The Immigration Department also stated that the CIC takes the health of its detainees very seriously and sends them to the doctor for routine examination on arrival. Medical staffs of the same gender as the detainee assist in this process. Additionally, if a detainee is unwell and has a food allergy, for example, the doctor will provide them with the proper medical treatment. The doctor can also request the CIC to modify meals or refer the patient to public hospitals for treatment as required. They will also explain medical procedures, prescriptions, test results and etc. to the detainees.


The Immigration Department indicated if a detainee violates the rules, the CIC would launch an inquiry and investigate based on the circumstances, allowing those involved an opportunity to exculpate themselves. According to the Treatment Orders, a detainee can be separately confined by order of the Superintendent for a period not exceeding 7 days in the interests of good order in the Centre.

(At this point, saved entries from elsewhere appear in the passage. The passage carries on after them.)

"""Grouped filter: the per-template filter's peaks from each group's principal correlations.

The reference is the plain per-template filter in double precision (one
correlation per basis function).  The grouped filter claims the same peaks,
because its bound ``|y| <= |b| + eps |d|`` (linear algebra, see
:mod:`ringsearch.search.subspace`) holds wherever the data's norm in a group's
residual space stays below its reach; these tests check the bound directly and
the peaks on design noise with loud ringdowns and a glitch, and on open data.
Seeds are fixed; a false failure would need the Gaussian part of the bound to
fail (probability 1e-12 per group and start time: about 1e-5 over the few
million pairs these tests evaluate) or a peak within rounding of the
threshold.
"""

from __future__ import annotations

import copy
import math

import numpy as np
import pytest
from gwpy.timeseries import TimeSeries

from ringsearch.data.noise import gaussian_noise
from ringsearch.search.bank import Bank
from ringsearch.search.correlate import filter_peaks
from ringsearch.search.engine import Search, SearchConfig
from ringsearch.search.probe import Probe
from ringsearch.search.subspace import (
    energy_sums,
    member_bound,
    principal_rank,
    reach_quantiles,
    template_groups,
    worth_grouping,
)
from ringsearch.search.templates import basis_waveforms

FS = 2048.0


def _bank(n_overtones: int) -> Bank:
    return Bank.from_box((40.0, 160.0), (0.3, 0.9), n_overtones, 0.98, f_high=900.0, seed=0)


def _design_cond(seed: int, signals: bool):
    """32 s of design noise at 2048 Hz, with ringdowns from SNR ~5 to ~300 and a glitch."""
    ts = gaussian_noise("design", 32, FS, seed, gps_start=1e9, detector="H1")
    if signals:
        t = ts.times.value - 1e9
        h = np.zeros_like(t)
        # damped sinusoids (strain amplitudes of SNR about 5, 20 and 300 at these f, tau
        # in design noise) and a sine-Gaussian glitch far louder than any of them
        for t0, amp, f, tau in [(6.0, 5e-22, 180.0, 0.005), (11.3, 2e-21, 260.0, 0.004),
                                (17.7, 3e-20, 120.0, 0.009)]:
            on = t >= t0
            h[on] += amp * np.exp(-(t[on] - t0) / tau) * np.cos(2 * np.pi * f * (t[on] - t0))
        h += 1e-19 * np.exp(-((t - 24.0) / 0.01) ** 2) * np.cos(2 * np.pi * 150.0 * (t - 24.0))
        ts = TimeSeries(ts.value + h, t0=ts.t0, sample_rate=ts.sample_rate, name="H1")
        ts.channel = None
    cfg = SearchConfig(gate_threshold=math.inf)  # the glitch stays in the data: the bound must hold
    return Search(cfg).condition({"H1": ts})["H1"]


def _compare(cond, bank, thr, require_groups=True):
    probe = Probe(cond, bank.f_hz, bank.tau_s, veto_bins=None)
    kw = {"weighted": probe.weighted, "grams": probe.grams}
    ref, _ = filter_peaks(cond, bank.f_hz, bank.tau_s, thr, 0.05, precision="double", **kw)
    # groups not worth grouping at this threshold are filtered one by one, in double
    # precision here as the reference is (in single by default: tested elsewhere to 1e-5)
    got, _ = filter_peaks(cond, bank.f_hz, bank.tau_s, thr, 0.05, groups=probe.groups,
                          precision="double", **kw)
    if require_groups:
        assert worth_grouping(probe.groups, 2 * bank.f_hz.shape[1], thr).any()
    return ref, got, probe


WBIN = round(0.05 * FS)  # the filter's time bin at 2048 Hz


def _assert_same(ref, got, wbin=WBIN):
    # one maximum per template and time bin, with the same SNR; the sample may differ
    # only where two samples of a bin tie to rounding (the reference's FFT against the
    # direct products)
    def keyed(t):
        return t.assign(bin=t["sample"] // wbin)

    key = ["template_index", "bin"]
    assert len(ref) > 0
    m = keyed(ref).merge(keyed(got), on=key, how="outer", indicator=True,
                         suffixes=("_ref", "_got"))
    assert (m["_merge"] == "both").all(), m[m["_merge"] != "both"].head()
    np.testing.assert_allclose(m["snr_grid_got"], m["snr_grid_ref"], rtol=1e-9)
    moved = m["sample_got"] != m["sample_ref"]
    assert moved.sum() <= max(2, len(m) // 1000)


@pytest.mark.parametrize("n_overtones, seed", [(0, 1), (2, 2), (2, 3)])
def test_grouped_filter_finds_the_per_template_peaks_in_noise_with_loud_signals(
        n_overtones, seed):
    cond = _design_cond(seed, signals=True)
    bank = _bank(n_overtones)
    thr = 5.0 if n_overtones == 0 else 5.6  # below the searches' on-grid thresholds
    ref, got, probe = _compare(cond, bank, thr)
    _assert_same(ref, got)
    # the groups do share: fewer principal functions than basis functions
    assert probe.groups.n_functions < 0.6 * bank.f_hz.size * 2
    # and the loud ringdown and the glitch were among the peaks compared
    gps = ref["gps"].to_numpy() - 1e9
    assert np.any(np.abs(gps - 17.7) < 0.05) and np.any(np.abs(gps - 24.0) < 0.1)


def test_grouped_filter_finds_the_per_template_peaks_in_open_data(gw150914_files):
    cfg = SearchConfig(gate_threshold=math.inf)
    cond = Search(cfg).condition([str(gw150914_files["H1"])])["H1"]
    for n in (0, 2):
        bank = Bank.from_box((40.0, 160.0), (0.3, 0.9), n, 0.98, f_high=900.0, seed=0)
        # (one-mode groups of this sparse bank flag too often at 4096 Hz: filtered singly)
        ref, got, _ = _compare(cond, bank, 5.0 if n == 0 else 5.6, require_groups=n > 0)
        _assert_same(ref, got, wbin=round(0.05 * float(cond.sample_rate)))


def test_the_comparison_catches_a_bound_that_does_not_hold():
    # the same comparison with every group's principal basis cut to 2 functions while its
    # residual is still claimed at 1 %: peaks go missing, and the test above would fail
    # (in noise and ringdowns only: near a loud glitch every start time is evaluated)
    cond = _design_cond(2, signals=False)
    bank = _bank(2)
    probe = Probe(cond, bank.f_hz, bank.tau_s, veto_bins=None)
    groups = copy.copy(probe.groups)  # the probe's are shared by data whitened alike
    groups.basis = [b[:2] for b in groups.basis]
    kw = {"weighted": probe.weighted, "grams": probe.grams}
    ref, _ = filter_peaks(cond, bank.f_hz, bank.tau_s, 5.6, 0.05, precision="double", **kw)
    got, _ = filter_peaks(cond, bank.f_hz, bank.tau_s, 5.6, 0.05, groups=groups, **kw)
    assert len(got) < len(ref)


def test_every_members_snr_is_within_the_bound_at_every_start_time():
    # The inequality itself, start time by start time, on noise with a glitch: each
    # member's exact rho from its own basis never exceeds the group's bound.
    cond = _design_cond(4, signals=True)
    bank = _bank(2)
    probe = Probe(cond, bank.f_hz, bank.tau_s, veto_bins=None)
    groups = probe.groups
    x, w = probe.weighted, np.asarray(cond.whitened.value, float)
    from ringsearch.search.correlate import filter_length

    reach = filter_length(cond)
    starts = np.arange(int(4 * FS), int(28 * FS), 3)  # glitch at 24 s inside
    worst = -np.inf
    for g in range(len(groups)):
        members, length = groups.members[g], int(groups.length[g])
        seg = x[starts[:, None] + np.arange(length)]
        b2 = ((seg @ groups.basis[g].T) ** 2).sum(axis=1)
        u = np.matmul(probe.grams.cinv[members],
                      basis_waveforms(bank.f_hz[members], bank.tau_s[members], length, FS))
        y = np.einsum("nl,gkl->ngk", seg, u)
        rho = np.sqrt((y * y).sum(axis=-1)).max(axis=1)
        cs = energy_sums(w, int(starts[0]), int(starts[-1] - starts[0] + 1), length, reach)
        span = length + 2 * reach
        rel = starts - starts[0]
        energy = cs[rel + span] - cs[rel]
        base, high = reach_quantiles(int(groups.residual_dof[g]), span)
        bound = member_bound(b2, base + np.sqrt(np.maximum(energy - high, 0.0)),
                             float(groups.eps[g]))
        worst = max(worst, float(np.max(rho - bound)))
        # |b| is a projection of the same data: never above the bound's own base
        assert np.all(np.sqrt(b2) <= bound)
    assert worst <= 0.0


def test_principal_rank_leaves_each_member_within_its_residual():
    # explicit projections of correlated members onto the leading space: the largest
    # member residual (spectral norm) is what principal_rank reports, and within eps
    rng = np.random.default_rng(7)
    common = rng.standard_normal((3, 40))
    e = np.stack([np.linalg.qr((common + 0.2 * rng.standard_normal((3, 40))).T)[0].T
                  for _ in range(4)])  # 4 members of 3 orthonormal functions each
    flat = e.reshape(12, 40)
    lam, vec = np.linalg.eigh(flat @ flat.T)
    lam, vec = lam[::-1], vec[:, ::-1]
    r, worst = principal_rank(vec * np.sqrt(np.maximum(lam, 0.0)), 3, 0.3)
    assert 3 <= r < 12
    basis = (vec[:, :r] / np.sqrt(lam[:r])).T @ flat  # orthonormal rows
    resid = [np.linalg.norm(m - (m @ basis.T) @ basis, 2) for m in e]
    assert np.isclose(max(resid), worst, rtol=1e-8)
    assert worst <= 0.3
    # one function fewer would leave some member above eps
    smaller = (vec[:, :r - 1] / np.sqrt(lam[:r - 1])).T @ flat
    assert max(np.linalg.norm(m - (m @ smaller.T) @ smaller, 2) for m in e) > 0.3


def test_groups_cover_every_accepted_template_once():
    cond = _design_cond(5, signals=False)
    bank = _bank(2)
    probe = Probe(cond, bank.f_hz, bank.tau_s, veto_bins=None)
    groups = template_groups(bank.f_hz, bank.tau_s, probe.grams, probe._response, FS,
                             probe.pad, size=5)
    covered = np.sort(np.concatenate(groups.members))
    assert covered.tolist() == np.flatnonzero(probe.grams.ok).tolist()
    assert np.all(groups.eps <= 0.01 + 1e-12)


def test_grouped_filter_in_many_chunks_and_blocks_equals_one_pass(monkeypatch):
    # chunks of 2 s in blocks of 2 chunks: flagged start times are evaluated block by
    # block, and a time bin never straddles two chunks, so the peaks are the same
    import ringsearch.search.correlate as flt

    cond = _design_cond(6, signals=True)
    bank = _bank(2)
    ref, one, probe = _compare(cond, bank, 5.6)
    orig = flt.plan_chunks
    monkeypatch.setattr(flt, "plan_chunks",
                        lambda *a, **k: orig(*a, **{**k, "max_single_s": 1.0}))
    monkeypatch.setattr(flt, "BLOCK_BYTES", 0.0)  # blocks of block_chunks chunks
    calls = []
    exact = flt._Pass.exact
    monkeypatch.setattr(flt._Pass, "exact", lambda self, *a: calls.append(1) or exact(self, *a))
    kw = {"weighted": probe.weighted, "grams": probe.grams, "groups": probe.groups,
          "precision": "double"}
    many, _ = filter_peaks(cond, bank.f_hz, bank.tau_s, 5.6, 0.05, chunk_s=2.0,
                           block_chunks=2, **kw)
    assert len(calls) > 4  # flagged times evaluated block by block
    _assert_same(ref, many)
    _assert_same(one, many)


def test_probes_of_data_whitened_alike_share_grams_and_groups():
    # campaign chunks of one PSD: the second probe reuses the first one's Gram matrices
    # and groups (same templates, same filter response), which equal fresh ones
    from ringsearch.data.noise import design_psd
    from ringsearch.search import probe as probe_mod

    bank = _bank(2)
    psd = design_psd(np.arange(0.0, 1024.25, 0.25))
    conds = [Search().condition({"H1": gaussian_noise("design", 32, FS, s, gps_start=1e9,
                                                      detector="H1")}, psds={"H1": psd})["H1"]
             for s in (11, 12)]
    a, b = (Probe(c, bank.f_hz, bank.tau_s, veto_bins=None) for c in conds)
    assert b.grams is a.grams and b.groups is a.groups
    probe_mod._SHARED.clear()
    fresh = Probe(conds[1], bank.f_hz, bank.tau_s, veto_bins=None)
    assert fresh.grams is not a.grams
    np.testing.assert_array_equal(fresh.grams.cinv, a.grams.cinv)
    for x, y in zip(fresh.groups.basis, a.groups.basis, strict=True):
        np.testing.assert_array_equal(x, y)
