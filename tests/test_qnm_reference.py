"""Cross-check of our Kerr QNMs against the independent `qnm` PyPI package.

`qnm` (Stein 2019, JOSS 4, 1683) solves the same Teukolsky problem with
Leaver's radial continued fraction but a spectral (Cook & Zalutskiy 2014)
angular solver and its own root finder.  It is used only here, as a
reference.  Nothing touches the network: its spin sequences are computed
from scratch, seeded with our Schwarzschild values, so its download cache is
never consulted.
"""

from __future__ import annotations

import warnings

import numpy as np
import pytest

from ringsearch.physics import qnm as ours

qnm_ref = pytest.importorskip("qnm", reason="the qnm reference package is not installed")


def _their_root(l, m, n, spin, guess, A_guess):
    from qnm.nearby import NearbyRootFinder

    finder = NearbyRootFinder(a=spin, s=-2, m=m, A_closest_to=A_guess, l_max=20,
                              omega_guess=guess, tol=1e-12, cf_tol=1e-14, n_inv=n,
                              Nr_min=300, Nr_max=300000)
    with warnings.catch_warnings():
        warnings.simplefilter("ignore")
        w = finder.do_solve()
    assert w is not None, "the qnm package found no root"
    return complex(w), complex(finder.A)


CASES = [
    (2, 2, 0, 0.69), (2, 2, 1, 0.3), (2, 2, 3, 0.9), (2, 2, 7, 0.95), (2, -2, 5, 0.8),
    (2, 0, 7, 0.99), (2, 1, 4, 0.6), (2, -1, 6, 0.97), (3, 3, 0, 0.99), (3, -3, 2, 0.7),
    (3, 1, 3, 0.5), (4, 4, 0, 0.999), (4, -2, 3, 0.95), (4, 0, 1, 0.2),
]


@pytest.mark.parametrize(("l", "m", "n", "spin"), CASES)
def test_agrees_with_qnm_package_to_1e8(l, m, n, spin):
    w = ours.kerr_omega(l, m, n, spin)
    A = ours.separation_constant(l, m, n, spin)
    w_ref, A_ref = _their_root(l, m, n, spin, w, A)
    assert abs(w - w_ref) <= 1e-8 * abs(w_ref)
    # `qnm` uses the same separation-constant convention (l(l+1) - s(s+1) at a = 0)
    assert abs(A - A_ref) <= 1e-7 * abs(A_ref)


@pytest.mark.parametrize(("l", "m", "n"), [(2, 2, 5), (2, -2, 6), (2, 0, 7), (3, -3, 3)])
def test_overtone_labels_agree_with_qnm_spin_sequences(l, m, n):
    """Both codes follow the branch continuously from a = 0; compare at a = 0.99.

    Different roots differ by O(0.1); the threshold 1e-4 only asks for the same
    branch (`qnm`'s sequence uses its default root tolerance).  For l = 2,
    n = 4..7 and every m we found the same labels as `qnm` all the way to 0.99.
    """
    import scipy.optimize as so

    if not hasattr(so.nonlin, "NoConvergence"):  # qnm 0.4.4 refers to an old scipy path
        so.nonlin.NoConvergence = so.NoConvergence
    from qnm.spinsequence import KerrSpinSeq

    seq = KerrSpinSeq(s=-2, l=l, m=m, n=n, a_max=0.99, Nr_max=40000,
                      omega_guess=ours.kerr_omega(l, m, n, 0.0))
    with warnings.catch_warnings():
        warnings.simplefilter("ignore")
        seq.do_find_sequence()
    a = np.asarray(seq.a)
    w_ref = np.asarray(seq.omega)
    w = ours.kerr_omega(l, m, n, a)
    assert np.max(np.abs(w - w_ref) / np.abs(w_ref)) < 1e-4
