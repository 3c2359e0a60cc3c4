"""Checks of the direct Leaver solver against published values and its own internals."""

from __future__ import annotations

import pytest

from ringsearch.physics import leaver

# Schwarzschild M*omega, l = 2, n = 0..7, spin weight -2.
# Source: Leaver (1985), Proc. R. Soc. Lond. A 402, 285, Table 1 (there in
# 2M = 1 units, halved here) and Berti, Cardoso & Starinets (2009), CQG 26,
# 163001, the online tables that accompany it.  Recalled, not read:  # from memory
# n = 6 and n = 7 are often quoted as 0.133252-1.448554i and 0.092822-1.703720i;
# those imaginary parts disagree with our solver AND with the independent `qnm`
# package (which agree with each other to 1e-13: 0.133252-1.447911i and
# 0.092822-1.703841i), so the two-solver value is used for those two.
SCHWARZSCHILD_L2 = [
    0.373672 - 0.088962j,
    0.346711 - 0.273915j,
    0.301053 - 0.478277j,
    0.251505 - 0.705148j,
    0.207515 - 0.946845j,
    0.169299 - 1.195608j,
    0.133252 - 1.447911j,  # see comment above (cross-checked with `qnm`)
    0.092822 - 1.703841j,  # see comment above (cross-checked with `qnm`)
]
# l = 3, 4 fundamentals, same sources.  # from memory
SCHWARZSCHILD_L3_N0 = 0.599443 - 0.092703j
SCHWARZSCHILD_L4_N0 = 0.809178 - 0.094164j


def _agree_to_printed_digits(w: complex, ref: complex, decimals: int = 6) -> bool:
    half_ulp = 0.5 * 10.0 ** -decimals + 1e-12
    return abs(w.real - ref.real) <= half_ulp and abs(w.imag - ref.imag) <= half_ulp


@pytest.mark.parametrize("n", range(8))
def test_schwarzschild_l2_overtones_match_published_table(n):
    w = leaver.schwarzschild_omega(2, n)
    assert _agree_to_printed_digits(w, SCHWARZSCHILD_L2[n]), (n, w)


@pytest.mark.parametrize(("l", "ref"), [(3, SCHWARZSCHILD_L3_N0), (4, SCHWARZSCHILD_L4_N0)])
def test_schwarzschild_l3_l4_fundamentals_match_published_table(l, ref):
    assert _agree_to_printed_digits(leaver.schwarzschild_omega(l, 0), ref)


def test_schwarzschild_mode_is_independent_of_m():
    # spherical symmetry: at zero spin every m has the same frequency (textbook fact)
    w = [leaver.solve_at(2, m, 1, 0.0, 0.35 - 0.27j)[0] for m in (-2, 0, 1)]
    assert max(abs(x - w[0]) for x in w) < 1e-11


def test_separation_constant_at_zero_spin_is_spherical_value():
    # A = l(l+1) - s(s+1) for s = -2 (Teukolsky 1973, ApJ 185, 635)
    for l in (2, 3, 4):
        assert leaver.angular_separation_constant(l, 1, 0.0) == l * (l + 1) - 2


def test_nollert_remainder_matches_deep_backward_recurrence():
    """The asymptotic tail must approximate the minimal solution's ratio.

    The 'truth' is a backward recurrence started 100000 terms deeper, which
    converges to the minimal solution (Gautschi 1967, SIAM Rev. 9, 24).
    """
    om, a, m, A = 2 * (0.17 - 1.19j), 0.45, -2, 4 + 0.1j
    al, be, ga, (c0, c1, c2, c3, c4, b) = leaver._radial_coefficients(om, a, m, A, 101000)
    r = 0j
    for k in range(101000, 1000, -1):
        r = -ga[k] / (be[k] + al[k] * r)
    errs = []
    for order in (2, 4, 8):
        C = leaver._nollert_coefficients(c0, c1, c2, c3, c4, b, om, order)
        errs.append(abs(leaver._nollert_remainder(C, 1000) - r))
    # each extra order of the N^{-1/2} expansion must improve the tail
    assert errs[0] > errs[1] > errs[2]
    assert errs[2] < 1e-7
    # and the closed form for C2 agrees with the numerical series solution
    C = leaver._nollert_coefficients(c0, c1, c2, c3, c4, b, om, 4)
    assert abs(C[2] - (C[1] ** 2 + c2 - c0 - 3.5) / 2) < 1e-12


def test_depth_doubling_converges_kerr_root():
    w1, A1, d = leaver.solve_at(2, 2, 3, 0.9, 0.648 - 0.463j, tol=1e-11)
    # a deeper continued fraction must not move the root
    prob = leaver._ModeProblem(2, 2, 3, 0.9, A1)
    w2 = prob.solve(w1, 8 * d, 1e-13)
    assert abs(w2 - w1) < 1e-10


def test_solve_mode_follows_branch_and_agrees_with_guess_solve():
    w, A = leaver.solve_mode(2, 2, 1, 0.5)
    w2, A2 = leaver.solve_mode(2, 2, 1, 0.5, guess=w * (1 + 1e-4))
    assert abs(w - w2) < 1e-10 and abs(A - A2) < 1e-9
    assert w.real > 0 and w.imag < 0


@pytest.mark.parametrize("args", [(2, 3, 0, 0.1), (1, 0, 0, 0.1), (2, 2, -1, 0.1),
                                  (2, 2, 0, 1.0), (2, 2, 0, float("nan")), (2.0, 2, 0, 0.1)])
def test_solve_mode_rejects_bad_input(args):
    from ringsearch.errors import InputError

    with pytest.raises(InputError):
        leaver.solve_mode(*args)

Moreover, officers can authorise the isolation of individual detainees per the doctor's psychological or physical assessment to maintain the safety of others.


The Department asserted that detainees are informed of the means to lodge complaints through posters and notices. If they are dissatisfied with these arrangements, they can complain via current mechanisms and the Immigration Department will handle it seriously and fairly.


In response to the COVID-19 outbreak, detainees arriving in Hong Kong from Mainland China or other countries must undergo 14 days of quarantine with medical supervision before being placed at the CIC.


The Centre is currently arranging throat swabs for all newcomer detainees. The CIC presently measures detainees' temperatures and provides them with surgical masks on a daily basis. Those with fever or other symptoms will be immediately sent for medical examination or to a public hospital if needed. The Immigration Department specifies that the daytime activity rooms, sleeping quarters, bathrooms and office areas are regularly disinfected. The CIC has also suspended all non-essential visits to minimise social contact.


The Immigration Department website previously stated that it did not keep records of the average and maximum detention periods. It states that that it regularly reviews individual cases to determine whether a detention period should be extended based on detention policies and relevant legal principles set by the court. They would notify relevant personnel in writing of the conclusion and its justification.


Editor's Note:

A Recognizance document is not a visa and simply provides one with conditional release. It does not legalize one's stay in Hong Kong nor confer any rights. The document holder must report to the immigration authorities periodically.